Four weeks after initiation of steroid treatment the patient presented to hospital with multiple daily episodes of painful paresthesia in the legs and associated involuntary flexion contractions of her left arm and hand lasting 30 seconds to one minute followed by complete resolution. The episodes were triggered by rapid movement and relieved with rest. There was no associated alteration of consciousness. Gabapentin was initiated and titrated up over the following three weeks to a dose of 600 mg three times daily. Despite this, her symptoms progressed to innumerable flexion spasms per day, primarily involving the upper extremities (both unilateral and bilateral) but also the lower extremities and trunk that were triggered by movement and emotional stress. The spasms disrupted her sleep and prevented her from attending school and her regular activities. The patient agreed to transition to carbamazepine, which was associated with rapid, complete and sustained resolution of her spasms at a total daily dose of 300 mg. She remained free of tonic spasms on carbamazepine monotherapy for three months, at which time carbamazepine was weaned without spasm recurrence.

Paroxysmal tonic spasms (PTS) are a common movement disorder in demyelinating diseases and are most commonly reported in NMOSD, where they are identified in approximately 20%–45% of cases. ^{Reference Kim, Go and Sung5–Reference Tranchant, Bhatia and Marsden7} The pathophysiology of PTS is not completely understood; however, a proposed mechanism is the impairment of efferent fibers at any level in the corticospinal tract leading to ephaptic activation of axons within a partially remyelinated lesion in the fiber tracts. Supporting evidence for this hypothesis includes published radiological and pathological data for patients with PTS showing demyelination within the internal capsule, midbrain and spinal cord. ^{Reference Tranchant, Bhatia and Marsden7}

In NMOSD, PTS are almost exclusively described in the context of myelitis. This contrasts with multiple sclerosis (MS), where PTS can be seen in patients with brain lesions. ^{Reference Waubant, Alize and Tourbah8} The presence of PTS in NMOSD is often associated with the first episode of myelitis, further suggesting a strong association between the two.⁵ Like in our patient, some studies have reported the onset of PTS within weeks to months after the initial diagnosis of NMOSD, during recovery from the first myelitis episode. ^{Reference Kim, Go and Sung5} In other cases, PTS can develop later, even several years after initial diagnosis. ^{Reference Usmani4,Reference Kim, Go and Sung5}

As in our pediatric case, PTS have been reported to robustly respond to sodium channel blockers, most commonly low-dose carbamazepine, ^{Reference Usmani4,Reference Kim, Go and Sung5} with a response usually seen within the first week of treatment. Other options include gabapentin or pregabalin, however studies have demonstrated increased treatment efficacy with carbamazepine when compared to these. ^{Reference Kim, Go and Sung5,Reference Liu, Zhang and Lian6} This may reflect the importance of sodium channels in facilitating conduction, including ephaptic transmission, through demyelinated segments and a resulting sensitivity for conduction through demyelinated segments to be blocked when sodium channels are inhibited. ^{Reference Sakurai and Kanazawa9} Likewise, our patient failed to obtain any symptom reduction despite escalating doses of gabapentin and achieved full remission of symptoms shortly after initiation of carbamazepine.

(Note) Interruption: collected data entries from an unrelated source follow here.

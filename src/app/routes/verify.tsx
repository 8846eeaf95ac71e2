import { useState } from "react";
import { Link, useNavigate, useParams } from "react-router";
import { useVerification } from "@/features/documents/api/documents.ts";
import { LogoMark } from "@/components/ui/logo.tsx";
import { Button } from "@/components/ui/button.tsx";
import { TextField } from "@/components/ui/field.tsx";
import { ErrorNotice, Notice, Skeleton } from "@/components/ui/feedback.tsx";
import { formatDateTime } from "@/lib/format.ts";

/** Public: anyone holding a Reversa document can check that it was issued, for which object and when. */
export function Component() {
  const { code = "" } = useParams();
  const navigate = useNavigate();
  const [typed, setTyped] = useState(code);
  const v = useVerification(code);
  return (
    <main className="mx-auto max-w-lg px-4 py-12">
      <div className="mb-6 flex items-center gap-3">
        <LogoMark size={36} />
        <h1 className="text-2xl font-bold tracking-tight">Check a document</h1>
      </div>
      <p className="mb-4 text-sm text-graphite">
        Every document Reversa issues carries a verification code in its header. Enter it to see whether the document was issued, for which object and when.
      </p>
      <form
        className="flex items-end gap-2"
        onSubmit={(e) => {
          e.preventDefault();
          navigate(`/verify/${encodeURIComponent(typed.trim().toUpperCase())}`);
        }}
      >
        <TextField
          label="Verification code"
          wrapClassName="flex-1"
          className="font-mono uppercase"
          placeholder="XXXX-XXXX-XXXX"
          value={typed}
          onChange={(e) => setTyped(e.target.value)}
        />
        <Button type="submit">Check</Button>
      </form>
      <div className="mt-6" aria-live="polite">
        {code && v.isPending && <Skeleton className="h-16 w-full" />}
        {v.isError && <ErrorNotice title="Could not check" error={v.error} />}
        {v.data &&
          (v.data.valid ? (
            <Notice tone="pass" title="This document was issued by the studio">
              <p>
                {v.data.kindLabel}
                {v.data.objectNumber ? ` for object ${v.data.objectNumber}` : ""}, issued {formatDateTime(v.data.issuedAt)}. Code <span className="font-mono">{v.data.code}</span>.
              </p>
              {v.data.sha256 ? (
                <div className="mt-2">
                  <p>
                    The issued file has {v.data.pages} page{v.data.pages === 1 ? "" : "s"} and this SHA-256 fingerprint. A copy whose fingerprint differs (for example from{" "}
                    <span className="font-mono">sha256sum</span> or <span className="font-mono">certutil -hashfile … SHA256</span>) is not the file as issued.
                  </p>
                  <p className="mt-1 break-all font-mono text-xs" data-testid="fingerprint">
                    {v.data.sha256}
                  </p>
                </div>
              ) : (
                <p className="mt-2">This document was issued before Reversa kept file fingerprints, so only its code can be checked.</p>
              )}
            </Notice>
          ) : (
            <Notice tone="fail" title="Unknown code">
              No document with the code <span className="font-mono">{v.data.code}</span> was issued. Check the code for typing mistakes; if it is right, the document did not come
              from this studio.
            </Notice>
          ))}
      </div>
      <p className="mt-8 text-sm">
        <Link to="/" className="text-accent underline">
          Sign in to Reversa
        </Link>
      </p>
    </main>
  );
}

A review of the MEDLINE database for cases of PTS in pediatric NMOSD or MS reveals a paucity of data, which may reflect the rarity of this condition in children and/or a lack of recognition of the symptoms in pediatric populations. Children have rarely been included in predominantly adult case series of PTS making it unclear whether the incidence or clinical features of PTS may differ in children. ^{Reference Usmani4}

We have presented a case of PTS in a pediatric patient with NMOSD. Clinicians caring for children with demyelinating disorders should be aware of PTS and the importance of prompt recognition and appropriate treatment in improving the quality of life of affected children.